Now we can see the death wish for what it is and why it comes with a business plan.

The concentrated losers are not a flaw in industrial economism. They are its institutional body — the organs through which it metabolises the future into this quarter’s return. And the genius of the system, the thing that makes it a death wish with a business plan rather than just blind drift, is that it doesn’t need to deny the remedy. It can absorb it. It can host the summit, fund the white paper, and appoint the chief sustainability officer to publish the net-zero roadmap dated comfortably beyond the tenure of everyone signing it. It can convert this catalogue — the real one, the sufficient one — into one more document in a literature, and that literature into a substitute for activity. And it manufactures the wanting that makes the growth feel like life rather than compulsion. This is the subtlest organ of the death wish: not the lobby that blocks the clean alternative but the advertisement that makes you desire the dirty one – that converts a stable, sufficient life into a deprivation and the next purchase into a reprieve. The system does not merely defend itself against us. It recruits us. We arrive at the showroom as volunteers.

This is what the sustainability industry, for all its sincerity, has largely become: the planning department of the death wish.
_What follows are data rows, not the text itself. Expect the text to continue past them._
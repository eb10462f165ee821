namespace MemberScan.Checks.Aisc360.Sections;

/// <summary>AISC 360-22, F7 rectangular hollow sections, F8 round hollow sections, F11 rectangular bars and rounds: nominal moments.</summary>
/// <remarks>
/// From memory, C_b = 1 (uniform moment). F11: the cap on M_p is 1.5F_yS for all bars, the smaller of the values remembered for rounds
/// (1.5 and 1.6); rectangles never pass it. Slender flanges and webs of F7 are not evaluated.
/// </remarks>
public static class FlexuralStrength
{
    /// <summary>Rectangular hollow sections.</summary>
    public static Clause BoxClause { get; } = StrengthFactor.Clause("F7", "");

    /// <summary>Round hollow sections.</summary>
    public static Clause TubeClause { get; } = StrengthFactor.Clause("F8", "");

    /// <summary>Rectangular bars and rounds.</summary>
    public static Clause BarClause { get; } = StrengthFactor.Clause("F11", "");

    /// <summary>Plastic moment <c>F_y·Z</c> [N·m].</summary>
    public static double M_p(double F_y, double Z) => F_y * Z;                      // (F7-1), (F8-1)

    /// <summary>F7.2: flange local buckling of a section whose flange is noncompact [N·m].</summary>
    /// <param name="M_p">Plastic moment [N·m].</param>
    /// <param name="F_y">Yield strength [Pa].</param>
    /// <param name="S">Elastic modulus [m³].</param>
    /// <param name="slenderness">b/t of the flange [-].</param>
    /// <param name="E">Modulus [Pa].</param>
    public static double M_n_Flange(double M_p, double F_y, double S, double slenderness, double E) =>
        Math.Min(M_p, M_p - (M_p - F_y * S) * (3.57 * slenderness * Math.Sqrt(F_y / E) - 4.0));      // (F7-2)

    /// <summary>F7.3: web local buckling of a section whose web is noncompact [N·m].</summary>
    /// <param name="M_p">Plastic moment [N·m].</param>
    /// <param name="F_y">Yield strength [Pa].</param>
    /// <param name="S">Elastic modulus [m³].</param>
    /// <param name="slenderness">h/t of the web [-].</param>
    /// <param name="E">Modulus [Pa].</param>
    public static double M_n_Web(double M_p, double F_y, double S, double slenderness, double E) =>
        Math.Min(M_p, M_p - (M_p - F_y * S) * (0.305 * slenderness * Math.Sqrt(F_y / E) - 0.738));   // (F7-6)

    /// <summary>F7.4: limiting lengths of lateral-torsional buckling about the stronger axis [m].</summary>
    /// <param name="E">Modulus [Pa].</param>
    /// <param name="r_y">Radius of gyration about the weaker axis [m].</param>
    /// <param name="J">Torsion constant [m⁴].</param>
    /// <param name="A_g">Area [m²].</param>
    /// <param name="M_p">Plastic moment [N·m].</param>
    /// <param name="F_y">Yield strength [Pa].</param>
    /// <param name="S_x">Elastic modulus about the stronger axis [m³].</param>
    /// <returns>L_p and L_r.</returns>
    public static (double L_p, double L_r) BoxLengths(double E, double r_y, double J, double A_g, double M_p, double F_y, double S_x) =>
        (0.13 * E * r_y * Math.Sqrt(J * A_g) / M_p, 2 * E * r_y * Math.Sqrt(J * A_g) / (0.7 * F_y * S_x));   // (F7-12), (F7-13)

    /// <summary>F7.4: lateral-torsional buckling with C_b = 1 [N·m].</summary>
    /// <param name="M_p">Plastic moment [N·m].</param>
    /// <param name="L_b">Unbraced length [m].</param>
    /// <param name="L_p">Limit of yielding [m].</param>
    /// <param name="L_r">Limit of inelastic buckling [m].</param>
    /// <param name="F_y">Yield strength [Pa].</param>
    /// <param name="S_x">Elastic modulus about the stronger axis [m³].</param>
    public static double M_n_BoxLateral(double M_p, double L_b, double L_p, double L_r, double F_y, double S_x)
    {
        if (L_b <= L_p) return M_p;

        return L_b <= L_r
            ? Math.Min(M_p, M_p - (M_p - 0.7 * F_y * S_x) * (L_b - L_p) / (L_r - L_p))     // (F7-10)
            : Math.Min(M_p, 0.7 * F_y * S_x * L_r / L_b);                                  // (F7-11): 2E·√(J·A_g)/(L_b/r_y)
    }

    /// <summary>F8: nominal moment of a round hollow section [N·m]; null beyond D/t = 0.45E/F_y.</summary>
    /// <param name="F_y">Yield strength [Pa].</param>
    /// <param name="E">Modulus [Pa].</param>
    /// <param name="slenderness">D/t [-].</param>
    /// <param name="Z">Plastic modulus [m³].</param>
    /// <param name="S">Elastic modulus [m³].</param>
    public static double? M_n_Tube(double F_y, double E, double slenderness, double Z, double S)
    {
        if (slenderness >= 0.45 * E / F_y) return null;                             // F8, scope

        var (compact, slender) = WallLimits.RoundInFlexure(E, F_y);
        if (slenderness <= compact) return M_p(F_y, Z);                             // (F8-1)

        return Math.Min(M_p(F_y, Z), slenderness <= slender
            ? (0.021 * E / slenderness + F_y) * S                                   // (F8-2)
            : 0.33 * E / slenderness * S);                                          // (F8-3), (F8-4)
    }

    /// <summary>F11.1: yielding of a bar [N·m].</summary>
    /// <param name="F_y">Yield strength [Pa].</param>
    /// <param name="Z">Plastic modulus [m³].</param>
    /// <param name="S">Elastic modulus [m³].</param>
    public static double M_n_Bar(double F_y, double Z, double S) => Math.Min(F_y * Z, 1.5 * F_y * S);   // (F11-1)

    /// <summary>F11.2: lateral-torsional buckling of a rectangular bar about its stronger axis, C_b = 1 [N·m].</summary>
    /// <param name="M_p">Nominal moment of yielding [N·m].</param>
    /// <param name="F_y">Yield strength [Pa].</param>
    /// <param name="E">Modulus [Pa].</param>
    /// <param name="S_x">Elastic modulus about the stronger axis [m³].</param>
    /// <param name="ratio"><c>L_b·d/t²</c> [-].</param>
    public static double M_n_BarLateral(double M_p, double F_y, double E, double S_x, double ratio)
    {
        if (ratio <= 0.08 * E / F_y) return M_p;                                    // F11.2(a)

        return Math.Min(M_p, ratio <= 1.9 * E / F_y
            ? (1.52 - 0.274 * ratio * F_y / E) * F_y * S_x                          // (F11-2)
            : 1.9 * E / ratio * S_x);                                               // (F11-3), (F11-4)
    }
}
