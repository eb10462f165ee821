using MemberScan.Foundation.Diagnostics;
using MemberScan.Foundation.Geometry;
using MemberScan.Ifc.Members;
using MemberScan.Ifc.Tests.Analysis;
using MemberScan.Mechanics.Sections;
using MemberScan.Model.Rules;
using MemberScan.Model.Verdicts;

namespace MemberScan.Ifc.Tests.Members;
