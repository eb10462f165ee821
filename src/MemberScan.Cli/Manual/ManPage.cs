using System.CommandLine;
using System.Globalization;
using System.Text;

namespace MemberScan.Cli.Manual;

/// <summary>The commands as a page for <c>man</c>: section 1, macros of the package <c>man</c>.</summary>
internal static class ManPage
{
    // What the README tells in its table of exit codes.
    private static readonly (int Code, string Means)[] s_exitCodes =
    [
        (ExitCodes.WithinLimit, "At least one candidate, and every one within its limit."),
        (ExitCodes.Overstressed, "At least one candidate is overstressed."),
        (ExitCodes.NotChecked, "None is overstressed, at least one was not checked, no candidate was found, or damage was passed over."),
        (ExitCodes.NotReadToEnd, "The model could not be read to its end."),
        (ExitCodes.Usage, "Wrong usage, settings or forces table."),
        (ExitCodes.Internal, "Internal error."),
        (ExitCodes.InputOutput, "Reading or writing failed."),
        (ExitCodes.Interrupted, "Interrupted."),
    ];

    /// <summary>The page.</summary>
    public static string Of(RootCommand root)
    {
        var page = new StringBuilder(".TH MEMBERSCAN 1 \"\" \"MemberScan ").Append(Escaped(Program.Version)).Append("\" \"User Commands\"\n");
        page.Append(".SH NAME\nmemberscan \\- stress screening of the secondary steel of building models\n");
        page.Append(".SH SYNOPSIS\n");
        foreach (var command in Visible(root)) page.Append(".B memberscan ").Append(Escaped(command.Name)).Append("\n.br\n");
        page.Append(".SH DESCRIPTION\n").Append(Line(root.Description));
        foreach (var command in Visible(root)) Describe(page, command);
        page.Append(".SH EXIT STATUS\n");
        foreach (var (code, means) in s_exitCodes) page.Append(".TP\n.B ").Append(code).Append('\n').Append(Line(means));
        return page.ToString();
    }

    /// <summary>The commands that help shows.</summary>
    public static IEnumerable<Command> Visible(Command command) => command.Subcommands.Where(c => !c.Hidden);

    /// <summary>The options that help shows, those of every command left out.</summary>
    public static IEnumerable<Option> Options(Command command) => command.Options.Where(o => !o.Hidden && o.Name is not ("--help" or "--version"));

    private static void Describe(StringBuilder page, Command command)
    {
        page.Append(".SH ").Append(Escaped(command.Name.ToUpperInvariant())).Append('\n').Append(".B memberscan ").Append(Escaped(command.Name));
        foreach (var argument in command.Arguments) page.Append(' ').Append(Escaped(argument.Name)).Append(argument.Arity.MaximumNumberOfValues > 1 ? "..." : "");
        page.Append(" [options]\n.PP\n").Append(Line(command.Description));
        foreach (var argument in command.Arguments) page.Append(".TP\n.I ").Append(Escaped(argument.Name)).Append('\n').Append(Line(argument.Description));
        foreach (var option in Options(command))
        {
            page.Append(".TP\n.B ").Append(Escaped(option.Name));
            if (option.HelpName is { } value) page.Append(" \\fI").Append(Escaped(value)).Append("\\fR");
            page.Append('\n').Append(Line(option.Description + (option.Required ? " Required." : "")));
        }
    }

    // A line that begins with a point or an apostrophe would be a macro.
    private static string Line(string? text) => "\\&" + Escaped(text ?? "") + "\n";

    private static string Escaped(string text)
    {
        var escaped = new StringBuilder();
        foreach (var rune in text.EnumerateRunes())
        {
            if (rune.Value == '\\') escaped.Append("\\e");
            else if (rune.Value == '-') escaped.Append("\\-");
            else if (rune.Value == '\n') escaped.Append(' ');
            else if (rune.IsAscii) escaped.Append((char)rune.Value);
            else escaped.Append(CultureInfo.InvariantCulture, $"\\[u{rune.Value:X4}]");
        }

        return escaped.ToString();
    }
}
It produces the reports that explain the loss to people who already grasp it and were never the obstacle. It draws the roadmap that treats an entrenched interest as an obstacle to be avoided rather than a power to be defeated. It drafts the pledge that asks an organised opponent to volunteer a defeat it has every interest in refusing. Each artefact performs comprehension where potent activism is required. The resulting performance is functionally soothing. We didn’t fail to understand what’s needed. The cattle lobby understands better than anyone; that is exactly why it fights.

Information doesn’t change systems. Power and its application change systems. But power has never once surrendered itself because someone produced a sufficiently elegant slide deck. The remedy will not be read into effect because it was never the reading that was missing.

So I will not end this essay where the genre demands — with the rousing call, the ten steps, the reassurance that awareness is the first step and you have just taken it. That ending is the disease wearing the costume of the cure. To write it would be to add just another well-meant page for consideration by the planning department of the death wish.

Here is the essence of it instead, without the comfort. We are not confused, and we are not under-informed, and we are not waiting on a technological breakthrough. We are a civilisation in full possession of a complete and sufficient plan to keep its only home habitable, declining to administer it — not because we can’t read it, but because administering it means defeating a power that has organised itself, with great competence and a coherent business plan, around our not implementing it.

The plan to save humanity exists. The plan to end us also exists — its lethality a byproduct of indifference, not malice — and it is better funded, better staffed, and further advanced.

We have the remedy. We have known what to do for half a century. What we have not yet decided is whether we will become the kind of force that can take it from the hands of those holding it shut. That’s not a question information can answer. It’s a question about power, and it’s addressed to us.